We can also use more complicated conditional statements.

SELECT count(*) 
FROM ca_wac_2015
WHERE (c000 > 50) AND (c000 < 100);
count(*)
17877

This subsets to rows in which c000 is greater than 50 and c000 is less than 100. That is, this subsets to census blocks with between 50 and 100 total jobs. Using OR works in the same way.

SELECT count(*) 
FROM ca_wac_2015
WHERE (c000 <= 50) OR (c000 >= 100);
count(*)
225585

This subsets to rows in which c000 is less than or equal to 50 or c000 is greater than or equal to 100. This query should, in other words, capture the rest of the rows.
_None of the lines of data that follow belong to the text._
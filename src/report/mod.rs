//! The `analyze` report: the contract types whose dotted paths are the JSON keys of BRIEF.md
//! (`welch.*`, `calibration.*`, `mode.*`, `quantum.*`, `sidebands.*`, `peaks[]`, `rms.*`,
//! `cross.*`). All values are SI with unit-named keys; never NaN or Inf (the analysis nulls
//! non-finite numbers, `analysis/sanitize.rs`). Filled by [`crate::analysis::analyze`].
//!
//! A value that needs an input that was not given is `null`, and [`Report::notes`] says why.

pub mod cross;

use serde::{Deserialize, Serialize};

/// Welch settings as reported.
#[derive(Debug, Clone, Default, PartialEq, Serialize, Deserialize)]
pub struct WelchReport {
    /// Segment length N.
    pub segment: usize,
    /// Window name (`hann`, …).
    pub window: String,
    /// Overlap fraction.
    pub overlap: f64,
    /// Segments averaged.
    pub averages: usize,
    /// Δf = f_s/N.
    pub resolution_hz: f64,
    /// ENBW = f_s S₂/S₁².
    pub enbw_hz: f64,
    /// Sample rate.
    pub sample_rate_hz: f64,
    /// Detrend name.
    pub detrend: String,
    /// Overlap-corrected number of independent averages.
    pub k_eff: f64,
}

/// The calibration used.
#[derive(Debug, Clone, Default, PartialEq, Serialize, Deserialize)]
pub struct CalibrationReport {
    /// `"tone"`, `"equipartition"` or `"given"`; `None` when uncalibrated.
    pub method: Option<String>,
    /// Metres per volt.
    pub m_per_v: Option<f64>,
    /// 1σ of `m_per_v`.
    pub m_per_v_uncertainty: Option<f64>,
    /// Located tone frequency (tone method).
    pub tone_frequency_hz: Option<f64>,
    /// Tone power read from the PSD, V² (floor subtracted).
    pub tone_power_v2: Option<f64>,
    /// Vacuum coupling rate g₀/2π (Hz) when computable (tone + pull + mode + temperature).
    pub g0_hz: Option<f64>,
    /// 1σ of `g0_hz`.
    pub g0_hz_uncertainty: Option<f64>,
    /// 1σ of `tone_power_v2` (statistical).
    pub tone_power_v2_uncertainty: Option<f64>,
    /// Equivalent rms displacement of the tone (m).
    pub tone_rms_m: Option<f64>,
    /// Local floor under the tone, V²/Hz.
    pub tone_floor_psd_v2_per_hz: Option<f64>,
}

/// A value with its 1σ uncertainty, flattened as `name` and `name_uncertainty` by the
/// report structs below.
#[derive(Debug, Clone, Default, PartialEq, Serialize, Deserialize)]
pub struct ModeReport {
    /// Fitted resonance frequency.
    pub frequency_hz: Option<f64>,
    /// 1σ.
    pub frequency_hz_uncertainty: Option<f64>,
    /// FWHM linewidth γ in Hz.
    pub linewidth_hz: Option<f64>,
    /// 1σ.
    pub linewidth_hz_uncertainty: Option<f64>,
    /// Q = f_m/γ.
    pub quality_factor: Option<f64>,
    /// 1σ.
    pub quality_factor_uncertainty: Option<f64>,
    /// Mode area ⟨x²⟩ (m²), calibrated.
    pub variance_m2: Option<f64>,
    /// 1σ.
    pub variance_m2_uncertainty: Option<f64>,
    /// Peak PSD of the mode (background excluded), m²/Hz.
    pub peak_psd_m2_per_hz: Option<f64>,
    /// 1σ.
    pub peak_psd_m2_per_hz_uncertainty: Option<f64>,
    /// Flat background under the mode, m²/Hz.
    pub background_psd_m2_per_hz: Option<f64>,
    /// 1σ.
    pub background_psd_m2_per_hz_uncertainty: Option<f64>,
    /// Mode area in V² (always available when a mode was fitted).
    pub variance_v2: Option<f64>,
    /// 1σ.
    pub variance_v2_uncertainty: Option<f64>,
    /// Peak in V²/Hz.
    pub peak_psd_v2_per_hz: Option<f64>,
    /// Background in V²/Hz.
    pub background_psd_v2_per_hz: Option<f64>,
    /// Fit band used (Hz).
    pub fit_band_hz: Option<(f64, f64)>,
    /// Reduced χ² of the fit.
    pub reduced_chi2: Option<f64>,
    /// Energy damping rate Γ_m = 2πγ (rad/s).
    pub damping_rad_s: Option<f64>,
    /// Line shape fitted (`oscillator` or `lorentzian`).
    pub line_shape: Option<String>,
    /// True when the line is narrower than the resolution: it was fitted convolved with the
    /// window's kernel (METHODS.md §2c), `linewidth_hz` is the upper bound γ + 2σ and
    /// `quality_factor` the matching lower bound; area, frequency, n̄ and T_eff are measured.
    pub resolution_limited: Option<bool>,
    /// The kernel-convolved fit's own linewidth (Hz) for a resolution-limited line.
    #[serde(skip_serializing_if = "Option::is_none")]
    pub linewidth_kernel_fit_hz: Option<f64>,
    /// Its 1σ.
    #[serde(skip_serializing_if = "Option::is_none")]
    pub linewidth_kernel_fit_hz_uncertainty: Option<f64>,
    /// √(1 + 2Σρ_bin) applied to the 1σ values for the window's bin correlation.
    pub error_inflation: Option<f64>,
    /// Bins used in the fit.
    pub bins: Option<usize>,
}

/// Quantum references for the fitted mode.
#[derive(Debug, Clone, Default, PartialEq, Serialize, Deserialize)]
pub struct QuantumReport {
    /// x_zpf = √(ħ / 2 m Ω_m).
    pub x_zpf_m: Option<f64>,
    /// n̄ from the calibrated area: (⟨x²⟩/x_zpf² − 1)/2.
    pub occupancy: Option<f64>,
    /// 1σ of n̄.
    pub occupancy_uncertainty: Option<f64>,
    /// T_eff = ħΩ_m / (k_B ln(1 + 1/n̄)).
    pub effective_temperature_k: Option<f64>,
    /// 1σ.
    pub effective_temperature_k_uncertainty: Option<f64>,
    /// Zero-point peak 2ħQ/(m Ω_m²), m²/Hz.
    pub zero_point_peak_psd_m2_per_hz: Option<f64>,
    /// SQL of the added noise on resonance 2ħ|χ(Ω_m)|, m²/Hz.
    pub sql_psd_at_resonance_m2_per_hz: Option<f64>,
    /// Bose–Einstein occupancy of the bath at `--bath-temperature`.
    pub bath_occupancy: Option<f64>,
    /// Thermal peak at the bath temperature, symmetrised quantum form (METHODS.md §2b):
    /// 2ħ coth(ħΩ_m/2k_BT) Im χ(Ω_m) = 4 x_zpf²(2n̄+1)/Γ_m, m²/Hz (the classical
    /// 4k_BTQ/(mΩ_m³) is its k_BT ≫ ħΩ_m limit).
    pub thermal_peak_psd_at_bath_m2_per_hz: Option<f64>,
    /// The effective mass used (`--mass`), kg.
    pub mass_kg: Option<f64>,
    /// Its 1σ as given (`--mass-uncertainty`); null: taken as exact.
    pub mass_kg_uncertainty: Option<f64>,
    /// The bath temperature used (`--bath-temperature`), K.
    pub bath_temperature_k: Option<f64>,
    /// Its 1σ as given (`--bath-temperature-uncertainty`); null: taken as exact.
    pub bath_temperature_k_uncertainty: Option<f64>,
}

/// One fitted motional sideband.
#[derive(Debug, Clone, Default, PartialEq, Serialize, Deserialize)]
pub struct SidebandLine {
    /// Electronic (heterodyne) frequency of the line.
    pub frequency_hz: Option<f64>,
    /// Area, V² (background subtracted), before imbalance correction.
    pub area_v2: Option<f64>,
    /// 1σ.
    pub area_v2_uncertainty: Option<f64>,
    /// Local background under the line, V²/Hz.
    pub background_psd_v2_per_hz: Option<f64>,
}

/// Sideband-asymmetry thermometry.
#[derive(Debug, Clone, Default, PartialEq, Serialize, Deserialize)]
pub struct SidebandReport {
    /// The optical red (Stokes) line, carrying n̄+1.
    pub red: SidebandLine,
    /// The optical blue (anti-Stokes) line, carrying n̄.
    pub blue: SidebandLine,
    /// R = red/blue (imbalance-corrected when a correction was available).
    pub ratio: Option<f64>,
    /// 1σ of R.
    pub ratio_uncertainty: Option<f64>,
    /// n̄ = 1/(R − 1).
    pub occupancy: Option<f64>,
    /// 1σ of n̄.
    pub occupancy_uncertainty: Option<f64>,
    /// Shared fitted linewidth (Hz).
    pub linewidth_hz: Option<f64>,
    /// Mechanical frequency f_m from the sideband split (Hz).
    pub mechanical_frequency_hz: Option<f64>,
    /// Applied η_blue/η_red correction factor (1 when none).
    pub imbalance_correction: Option<f64>,
    /// Which side the LO is on, and which electronic line was taken as red.
    pub convention: Option<String>,
    /// 1σ of the linewidth.
    pub linewidth_hz_uncertainty: Option<f64>,
    /// 1σ of the mechanical frequency.
    pub mechanical_frequency_hz_uncertainty: Option<f64>,
    /// 1σ of the imbalance correction.
    pub imbalance_correction_uncertainty: Option<f64>,
}

/// One stray resonance.
#[derive(Debug, Clone, Default, PartialEq, Serialize, Deserialize)]
pub struct PeakReport {
    /// Peak frequency (interpolated).
    pub frequency_hz: f64,
    /// Height over the robust floor, dB.
    pub height_over_floor_db: f64,
    /// FWHM (Hz), at least the resolution.
    pub linewidth_hz: f64,
    /// True if not in the reference list.
    #[serde(default, skip_serializing_if = "Option::is_none")]
    pub new_since_reference: Option<bool>,
}

/// Integrated rms over a band (BRIEF.md "units"): `√(Σ_{lo ≤ f_k ≤ hi} PSD_k Δf)`, every bin
/// whose centre lies in the closed band, the DC and Nyquist bins with their one-sided factor 1
/// (so the whole span gives the record's variance; [`crate::dsp::units::band_rms`]).
#[derive(Debug, Clone, Default, PartialEq, Serialize, Deserialize)]
pub struct RmsReport {
    /// The band [lo, hi] in Hz: `--rms-band`, else the mode band (with `--carrier`: offsets
    /// from the carrier, the rms then being over carrier ± [lo, hi]).
    pub band_hz: [f64; 2],
    /// Where the band came from: `"rms-band"`, `"mode-band"` or `"sideband-bands"`.
    pub source: String,
    /// Number of bins summed.
    pub bins: usize,
    /// Rms voltage in the band, V.
    pub v: f64,
    /// Rms displacement in the band, m (`calibration.m_per_v` × `v`); null uncalibrated.
    pub m: Option<f64>,
}

/// The whole `analyze` output.
#[derive(Debug, Clone, Default, PartialEq, Serialize, Deserialize)]
pub struct Report {
    /// Program name and version that wrote it.
    pub generator: String,
    /// Welch settings.
    pub welch: WelchReport,
    /// Calibration.
    pub calibration: CalibrationReport,
    /// Mode fit (null fields when no mode band or no mode found).
    pub mode: ModeReport,
    /// Quantum references (need `--mass` and a calibration).
    pub quantum: QuantumReport,
    /// Sideband thermometry (needs `--carrier` and `--lo-side`), else null.
    pub sidebands: Option<SidebandReport>,
    /// Stray resonances.
    pub peaks: Vec<PeakReport>,
    /// Integrated rms over `--rms-band` or the mode band; absent without either.
    #[serde(default, skip_serializing_if = "Option::is_none")]
    pub rms: Option<RmsReport>,
    /// Why keys are null, and caveats (classical laser noise, resolution, …).
    pub notes: Vec<String>,
    /// Problems with the input (skipped segments, non-finite samples, truncation).
    pub warnings: Vec<String>,
    /// Two detectors (`--cross-channel`): the cross-spectrum keys; absent otherwise.
    #[serde(default, skip_serializing_if = "Option::is_none")]
    pub cross: Option<cross::CrossReport>,
}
Common Comparison Operators#

Though there are some more complicated comparison operators (if you’re curious, feel free to look up what LIKE and IN do), these should cover most of what you want to do.

  • =: equal to

  • != or “<>”: not equal to

  • <: less than

  • <=: less-than-or-equal-to

  • >: greater than

  • >=: greater-than-or-equal-to

  • IS NULL and IS NOT NULL: The signifier of a row in a column not having a value is a special keyword: NULL. To check for NULL, you use IS NULL or IS NOT NULL, rather than “=” or “!=”. For example, to count the number of rows with NULL values for c000 we might use the following:

      SELECT count(*) 
      FROM ca_wac_2015
      WHERE c000 IS NULL;
    

Creating Variables#

Suppose we want to create a new column in the table that acts as a “flag” for which rows fit a certain condition, so that you can use them later. We can do this using the ALTER TABLE statement.
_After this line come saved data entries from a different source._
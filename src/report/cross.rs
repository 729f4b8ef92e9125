//! The two-detector analysis (`analyze --cross-channel J`, METHODS.md §10): the mode fitted on
//! the real part of the cross-spectral density P_ab of channels a and b, where the detectors'
//! uncorrelated imprecision noise averages away, weighted by
//! `var(Re P̂_ab) ≈ (P_aa P_bb + Re(P_ab)² − Im(P_ab)²)/(2K_eff)` (Bendat & Piersol ch. 9).
//!
//! Calibration: `--m-per-v` (both channels), a tone read in each channel's PSD (the
//! cross-spectrum is divided by the product of the two volts-per-metre factors, i.e.
//! multiplied by `c_a c_b` m²/V²), or equipartition on the cross-spectrum's line area. The
//! report's `calibration.m_per_v` is then `√(c_a c_b)`, so that `mode.*` and `quantum.*`
//! follow from the usual code; `cross.*` holds the rest. Stray peaks are found in channel a's
//! PSD.

use serde::{Deserialize, Serialize};

use super::Report;
use crate::analysis::{self, AnalysisError, AnalysisOptions};
use crate::dsp::cross::{CrossSpectrum, coherence_noise_threshold};
use crate::physics::calibration::{self, Calibration, CalibrationMethod, ToneOptions};
use crate::physics::fit::{self, FitOptions, ModeFit};
use crate::physics::{Estimate, PhysicsError};

/// Probability with which uncorrelated noise exceeds `cross.coherence_noise_threshold`.
pub const COHERENCE_FALSE_ALARM: f64 = 0.05;

/// The `cross.*` keys of the report.
#[derive(Debug, Clone, Default, PartialEq, Serialize, Deserialize)]
pub struct CrossReport {
    /// Channel a (`--channel K`).
    pub channel_a: usize,
    /// Channel b (`--cross-channel J`).
    pub channel_b: usize,
    /// Effective number of independent averages K_eff of the cross-spectrum.
    pub k_eff: f64,
    /// Magnitude-squared coherence at the bin nearest the fitted mode frequency.
    pub coherence_at_mode: Option<f64>,
    /// Level that the coherence of uncorrelated channels exceeds with 5 % probability:
    /// `1 − 0.05^{1/(K_eff − 1)}`.
    pub coherence_noise_threshold: f64,
    /// Uncorrelated floor left in the cross-spectrum after averaging, √(S_aa S_bb / K_eff) at
    /// the mode, calibrated (m²/Hz); null when uncalibrated.
    pub residual_floor_m2_per_hz: Option<f64>,
    /// The same in V²/Hz (√(P_aa P_bb / K_eff) at the mode).
    pub residual_floor_v2_per_hz: Option<f64>,
    /// Channel a's PSD at the mode, V²/Hz.
    pub psd_a_at_mode_v2_per_hz: Option<f64>,
    /// Channel b's PSD at the mode, V²/Hz.
    pub psd_b_at_mode_v2_per_hz: Option<f64>,
    /// Channel a's PSD at the mode, calibrated (m²/Hz; its own m/V).
    pub psd_a_at_mode_m2_per_hz: Option<f64>,
    /// Channel b's PSD at the mode, calibrated (m²/Hz).
    pub psd_b_at_mode_m2_per_hz: Option<f64>,
    /// Metres per volt of channel a.
    pub m_per_v_a: Option<f64>,
    /// 1σ.
    pub m_per_v_a_uncertainty: Option<f64>,
    /// Metres per volt of channel b.
    pub m_per_v_b: Option<f64>,
    /// 1σ.
    pub m_per_v_b_uncertainty: Option<f64>,
    /// 10 log₁₀(fitted line peak / the smaller of the two channels' background at the mode):
    /// negative when the mode lies below both detectors' floors.
    pub mode_peak_over_floor_db: Option<f64>,
}

/// Runs the two-detector analysis on a cross-spectrum of channels `channels = (a, b)`.
///
/// # Errors
/// [`AnalysisError::Input`] for impossible options (as [`analysis::analyze`]) and for
/// `--carrier` (sideband thermometry is a single-channel analysis).
pub fn analyze_cross(
    cross: &CrossSpectrum,
    options: &AnalysisOptions,
    channels: (usize, usize),
) -> Result<Report, AnalysisError> {
    if options.carrier_hz.is_some() {
        return Err(AnalysisError::Setting {
            setting: analysis::Setting::Carrier,
            message: "sideband thermometry (a carrier frequency) is not available with two \
                      detectors (a second channel)"
                .into(),
        });
    }
    analysis::validate(&cross.a, options)?;
    let spectrum_b = cross.spectrum_b();
    // Welch keys and stray peaks from channel a, as a single-channel run would give them.
    let peaks_only = AnalysisOptions {
        peak_threshold_db: options.peak_threshold_db,
        reference_peaks_hz: options.reference_peaks_hz.clone(),
        ..AnalysisOptions::default()
    };
    let mut report = analysis::analyze(&cross.a, &peaks_only)?;
    report.notes.clear();
    let df = cross.a.resolution_hz;
    let tone_exclusion = options.tone_frequency_hz.map(|f| {
        let half = (cross.a.window.tone_half_width_bins() + 2) as f64 * df;
        (f - half - 5.0 * df, f + half + 5.0 * df)
    });
    let mut exclude: Vec<(f64, f64)> = tone_exclusion.into_iter().collect();
    exclude.extend(options.mode_band_hz);
    report.peaks.retain(|p| {
        !exclude
            .iter()
            .any(|&(a, b)| p.frequency_hz >= a && p.frequency_hz <= b)
    });
    let notes = &mut report.notes;
    notes.push(format!(
        "cross: mode.* and quantum.* from Re P_ab of channels {} (a) and {} (b), weighted by var(Re P_ab) = (P_aa P_bb + Re² − Im²)/(2 K_eff); peaks[] from channel a",
        channels.0, channels.1
    ));

    // --- Mode fit on Re P_ab ---
    let k_eff = if cross.a.k_eff.is_finite() && cross.a.k_eff > 0.0 {
        cross.a.k_eff
    } else {
        cross.a.averages.max(1) as f64
    };
    let mut mode_fit: Option<ModeFit> = None;
    if let Some(band) = options.mode_band_hz {
        let fit_options = FitOptions {
            sloped_background: options.sloped_background,
            exclude_hz: tone_exclusion.into_iter().collect(),
            ..FitOptions::default()
        };
        let variance = |k: usize, model: f64| {
            let paa = cross.a.psd_v2_per_hz.get(k).copied().unwrap_or(0.0);
            let pbb = cross.psd_b_v2_per_hz.get(k).copied().unwrap_or(0.0);
            let im = cross.csd_im_v2_per_hz.get(k).copied().unwrap_or(0.0);
            (paa * pbb + model * model - im * im).max(0.0) / (2.0 * k_eff)
        };
        // Detectors of opposite sign give a negative line: fit −Re P_ab then (say so).
        let re = cross.csd_re_spectrum();
        let mut negated = re.clone();
        negated.psd_v2_per_hz.iter_mut().for_each(|v| *v = -*v);
        let positive = fit::fit_mode_given_variance(&re, band, &fit_options, &variance);
        let negative = fit::fit_mode_given_variance(&negated, band, &fit_options, &variance);
        let significance = |f: &ModeFit| f.area.value / f.area.sigma.max(f64::MIN_POSITIVE);
        match (positive, negative) {
            (Err(PhysicsError::Input(m)), _) => return Err(AnalysisError::Input(m)),
            (Ok(p), Ok(n)) if significance(&n) > significance(&p) => {
                notes.push(negative_note());
                mode_fit = Some(n);
            }
            (Ok(p), _) => mode_fit = Some(p),
            (Err(_), Ok(n)) => {
                notes.push(negative_note());
                mode_fit = Some(n);
            }
            (Err(e), Err(_)) => notes.push(format!("mode: {e}; mode keys are null")),
        }
    } else {
        notes.push("mode: no --mode-band given; mode and quantum keys are null".into());
    }

    // --- Calibration: one m/V per channel, or c_a c_b from equipartition ---
    let mut per_channel: Option<(Calibration, Calibration)> = None;
    let mut cal: Option<Calibration> = None;
    if let Some(c) = options.m_per_v {
        let given = calibration::given(c).map_err(analysis::input)?;
        per_channel = Some((given.clone(), given));
    } else if let (Some(f_tone), Some(x)) =
        (options.tone_frequency_hz, analysis::tone_rms_m(options)?)
    {
        let read = |s: &crate::dsp::Spectrum, which: &str| {
            calibration::read_tone(s, f_tone, &ToneOptions::default(), None)
                .and_then(|r| calibration::from_tone(&r, x))
                .map_err(|e| format!("calibration: tone in channel {which}: {e}"))
        };
        match (read(&cross.a, "a"), read(&spectrum_b, "b")) {
            (Ok(a), Ok(b)) => per_channel = Some((a, b)),
            (Err(e), _) | (_, Err(e)) => notes.push(e),
        }
        report.calibration.tone_rms_m = Some(x);
    } else if let (Some(t), Some(mass), Some(m)) =
        (options.bath_temperature_k, options.mass_kg, &mode_fit)
    {
        cal = Some(
            calibration::equipartition(
                m.area,
                m.frequency_hz.value,
                Estimate::new(mass, options.mass_uncertainty_kg.unwrap_or(0.0)),
                Estimate::new(t, options.bath_temperature_uncertainty_k.unwrap_or(0.0)),
            )
            .map_err(analysis::input)?,
        );
        notes.push("calibration: equipartition on the cross-spectrum's line area assumes the mode is thermalised to the bath; the occupancy then equals the bath occupancy by construction".into());
    }
    if let Some((a, b)) = &per_channel {
        // One factor √(c_a c_b) for the cross-spectrum: c_a c_b m²/V².
        let value = (a.m_per_v.value * b.m_per_v.value).sqrt();
        let rel = 0.5 * a.m_per_v.relative().hypot(b.m_per_v.relative());
        cal = Some(Calibration {
            method: a.method,
            m_per_v: Estimate::new(value, value * rel),
            tone: None,
        });
        if a.method == CalibrationMethod::Tone {
            notes.push("calibration: m_per_v = √(m/V of a × m/V of b), each read from the tone in its own channel".into());
        }
    }
    if cal.is_none() {
        notes.push("calibration: none (give --m-per-v, a tone, or --bath-temperature with --mass); calibrated keys are null".into());
    }
    if let Some(c) = &cal {
        report.calibration.method = Some(c.method.name().to_string());
        report.calibration.m_per_v = Some(c.m_per_v.value);
        report.calibration.m_per_v_uncertainty = Some(c.m_per_v.sigma);
    }

    // --- mode.*, quantum.* ---
    if let Some(m) = &mode_fit {
        analysis::fill_mode(&mut report.mode, m, cal.as_ref());
    }
    analysis::fill_quantum(&mut report, mode_fit.as_ref(), cal.as_ref(), options);

    // --- cross.* ---
    let mut out = CrossReport {
        channel_a: channels.0,
        channel_b: channels.1,
        k_eff,
        coherence_noise_threshold: coherence_noise_threshold(k_eff, COHERENCE_FALSE_ALARM),
        ..CrossReport::default()
    };
    if let Some((a, b)) = &per_channel {
        out.m_per_v_a = Some(a.m_per_v.value);
        out.m_per_v_a_uncertainty = Some(a.m_per_v.sigma);
        out.m_per_v_b = Some(b.m_per_v.value);
        out.m_per_v_b_uncertainty = Some(b.m_per_v.sigma);
    }
    if let Some(m) = &mode_fit {
        let k = cross.a.bin_of(m.frequency_hz.value);
        let paa = cross.a.psd_v2_per_hz.get(k).copied();
        let pbb = cross.psd_b_v2_per_hz.get(k).copied();
        out.coherence_at_mode = Some(cross.coherence_at(k));
        out.psd_a_at_mode_v2_per_hz = paa;
        out.psd_b_at_mode_v2_per_hz = pbb;
        if let (Some(paa), Some(pbb)) = (paa, pbb) {
            let residual = (paa * pbb / k_eff).sqrt();
            out.residual_floor_v2_per_hz = Some(residual);
            if let Some(c) = &cal {
                out.residual_floor_m2_per_hz = Some(residual * c.m2_per_v2().value);
            }
            if let Some((a, b)) = &per_channel {
                out.psd_a_at_mode_m2_per_hz = Some(paa * a.m2_per_v2().value);
                out.psd_b_at_mode_m2_per_hz = Some(pbb * b.m2_per_v2().value);
            }
            // √(P_aa P_bb) − peak is the geometric mean of the two channels' backgrounds in
            // the cross-spectrum's units (exact for real gains: √(g_a² N_b g_b² N_a)/…).
            let peak = m.peak_psd.value;
            let floor = (paa * pbb).sqrt() - peak;
            if peak > 0.0 && floor > 0.0 {
                out.mode_peak_over_floor_db = Some(10.0 * (peak / floor).log10());
            }
        }
        if m.resolution_limited {
            report.notes.push(format!(
                "mode: the line is narrower than the resolution (ENBW {:.4} Hz): linewidth_hz is the upper bound γ + 2σ = {:.4} Hz and Q its lower bound (the area is not affected)",
                cross.a.enbw_hz, m.linewidth_hz.value
            ));
        } else if m.linewidth_hz.value < 5.0 * cross.a.enbw_hz {
            report.notes.push(format!(
                "mode: linewidth {:.4} Hz is below 5·ENBW = {:.4} Hz; linewidth and peak are broadened by the resolution (the area is not)",
                m.linewidth_hz.value,
                5.0 * cross.a.enbw_hz
            ));
        }
    }
    report.cross = Some(out);
    analysis::sanitize(&mut report);
    sanitize_cross(&mut report);
    Ok(report)
}

fn negative_note() -> String {
    "cross: the line is negative in Re P_ab (the two detectors' gains have opposite signs); fitted −Re P_ab".into()
}

/// Nulls any non-finite `cross.*` value (the JSON never holds NaN/Inf).
fn sanitize_cross(report: &mut Report) {
    let Some(c) = report.cross.as_mut() else {
        return;
    };
    for v in [
        &mut c.coherence_at_mode,
        &mut c.residual_floor_m2_per_hz,
        &mut c.residual_floor_v2_per_hz,
        &mut c.psd_a_at_mode_v2_per_hz,
        &mut c.psd_b_at_mode_v2_per_hz,
        &mut c.psd_a_at_mode_m2_per_hz,
        &mut c.psd_b_at_mode_m2_per_hz,
        &mut c.m_per_v_a,
        &mut c.m_per_v_a_uncertainty,
        &mut c.m_per_v_b,
        &mut c.m_per_v_b_uncertainty,
        &mut c.mode_peak_over_floor_db,
    ] {
        if v.is_some_and(|x| !x.is_finite()) {
            *v = None;
        }
    }
    if !c.k_eff.is_finite() {
        c.k_eff = 0.0;
    }
    if !c.coherence_noise_threshold.is_finite() {
        c.coherence_noise_threshold = 1.0;
    }
}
ALTER TABLE ca_wac_2015 ADD over100 BOOL;
UPDATE ca_wac_2015 SET over100 = 0;
UPDATE ca_wac_2015 SET over100 = 1 WHERE c000 > 100;

Let’s break this down line by line. First, we use ALTER TABLE, then specify the table we want to alter. In this case, we want to alter the ca_wac_2015 table. Then, we ADD a new column, over100. We designate this as a BOOL for boolean (that is, a TRUE/FALSE value) column.

After we create this new column, we need to fill it with the appropriate values. First, we’re going to set everything in the column to be 0 (or False). To do this, we use UPDATE, specify the appropriate table, then use SET over100 = 0. Then, we replace the value with 1 (or True) if the value in c000 for that row is above 100. We again use UPDATE in a similar manner, except we add a WHERE clause, so that it only set the value to TRUE if a certain condition is met – in this case, that c000 > 100.

Checkpoint: Using Conditional Statements#

Answer the questions below, making sure to write out the queries used to answer the questions.

  • How many census blocks contain more than 200 jobs?

  • How many census blocks contain residences of fewer than 25 workers?

  • How many census blocks contain workplaces with more than 10 workers with a Bachelor’s degree or higher?